Kraksaan, Lensaupdate.com - Upaya membentuk karakter warga binaan tidak hanya dilakukan melalui pembinaan keterampilan, tetapi juga penguatan mental dan spiritual. Komitmen itu diwujudkan Rumah Tahanan Negara (Rutan) Kelas IIB Kraksaan dengan menggandeng Kantor Kementerian Agama (Kemenag) Kabupaten Probolinggo menggelar pengajian bersama bagi pegawai dan warga binaan, Jum'at (26/6/2026).
Kegiatan yang berlangsung di lingkungan Rutan Kraksaan tersebut diikuti seluruh pegawai serta warga binaan dalam suasana penuh khidmat. Pengajian menjadi bagian dari program pembinaan kepribadian yang secara rutin dilaksanakan untuk menanamkan nilai-nilai keagamaan, meningkatkan keimanan dan ketakwaan sekaligus membangun karakter yang lebih baik bagi seluruh warga binaan.
Melalui kolaborasi dengan Kementerian Agama Kabupaten Probolinggo, Rutan Kraksaan terus memperkuat pembinaan spiritual sebagai bekal penting bagi warga binaan selama menjalani masa pidana hingga kembali menjalani kehidupan di tengah masyarakat.
Kepala Rutan Kraksaan Galih Setiyo Nugroho mengatakan pembinaan spiritual memiliki peran strategis dalam proses pemasyarakatan. Menurutnya, perubahan perilaku seseorang tidak cukup hanya melalui pembinaan fisik maupun keterampilan, tetapi juga harus dibarengi dengan penguatan nilai-nilai keagamaan.
"Pengajian ini menjadi bagian dari komitmen kami dalam membangun lingkungan Rutan yang religius dan penuh nilai-nilai kebaikan. Kami berharap melalui sinergi bersama Kementerian Agama, baik pegawai maupun warga binaan semakin termotivasi untuk memperbaiki diri, meningkatkan kualitas ibadah serta mengamalkan nilai-nilai agama dalam kehidupan sehari-hari," katanya.
Galih menegaskan kegiatan keagamaan rutin juga menjadi sarana membangun suasana pembinaan yang lebih humanis. Tidak hanya warga binaan, seluruh pegawai turut mendapatkan penguatan spiritual sehingga tercipta lingkungan kerja yang harmonis, penuh integritas dan menjunjung tinggi nilai-nilai moral.
Dalam kesempatan tersebut, tausiyah disampaikan oleh Ustadz Rusdi yang mengangkat pentingnya memperbaiki hubungan dengan Allah SWT melalui peningkatan ibadah, akhlak mulia dan kesungguhan dalam bertaubat.

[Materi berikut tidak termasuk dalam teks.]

def _load(args):
    import dataclasses
    from rigplan.files.job import apply_run_state, apply_tally_file, load_job, plan_job, read_run_state
    rig = args.rig[0] if isinstance(args.rig, list) else args.rig
    job = load_job(args.plan, rig, args.path, args.materials)
    plan = job.plan
    if getattr(args, "tally", None):
        plan = apply_tally_file(plan, args.tally)
    state = None
    from rigplan.files.runlog import log_path_for
    if getattr(args, "as_run", False):
        state = read_run_state(job.plan_path)
        if state is None:
            raise InputError(f"{job.plan_path}: --as-run", "no run log beside the plan: the "
                                                           "job has not been run in the app")
    from rigplan.files.job import length_warnings, plan_as_run
    base = plan
    plan = apply_run_state(base, state, str(log_path_for(job.plan_path))
                           if state is not None else "")
    from rigplan.files.job import tally_row_sources
    sources = {}
    for tally in (job.tally_path, getattr(args, "tally", None)):
        if tally:
            sources.update(tally_row_sources(tally))
    extra = [w for w in length_warnings(plan, sources) if w not in job.warnings]
    if plan is not job.plan:
        # a tally or the run log moved joints: where the screens land now
        from rigplan.files.job import screen_depth_warnings
        moved_by = (log_path_for(job.plan_path) if state is not None
                    else getattr(args, "tally", None) or "")
        extra += screen_depth_warnings(job.plan, plan, str(moved_by))
    job = dataclasses.replace(job, plan=plan, warnings=tuple(job.warnings) + tuple(extra))
    # the plan as run: the kind of run and the fill already in the pipe are facts
    landing = plan_as_run(base, job.rig, state, job.path_name)
    return job, landing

Di hadapan para jamaah, ia mengingatkan bahwa setiap manusia memiliki kesempatan yang sama untuk berubah menjadi pribadi yang lebih baik, tanpa memandang masa lalu yang pernah dijalani.
"Tidak ada kata terlambat untuk menjadi pribadi yang lebih baik. Setiap manusia memiliki kesempatan yang sama untuk bertaubat, memperbaiki akhlak dan mendekatkan diri kepada Allah SWT," tuturnya.
Pesan tersebut disambut antusias oleh para warga binaan yang mengikuti pengajian dengan penuh perhatian. Tausiyah diharapkan mampu memberikan motivasi agar mereka menjadikan masa pembinaan sebagai kesempatan untuk melakukan introspeksi, memperbaiki diri dan mempersiapkan kehidupan yang lebih baik setelah bebas nanti.
Rutan Kraksaan meyakini pembinaan spiritual merupakan salah satu fondasi penting dalam mewujudkan tujuan sistem pemasyarakatan, yakni membentuk warga binaan menjadi pribadi yang menyadari kesalahannya, tidak mengulangi perbuatan melanggar hukum serta mampu kembali diterima dan berperan aktif di tengah masyarakat.
Melalui sinergi yang terus diperkuat bersama Kementerian Agama Kabupaten Probolinggo, Rutan Kraksaan berkomitmen menghadirkan program pembinaan yang berkelanjutan, tidak hanya berorientasi pada aspek hukum, tetapi juga menyentuh pembentukan karakter, akhlak dan mental spiritual.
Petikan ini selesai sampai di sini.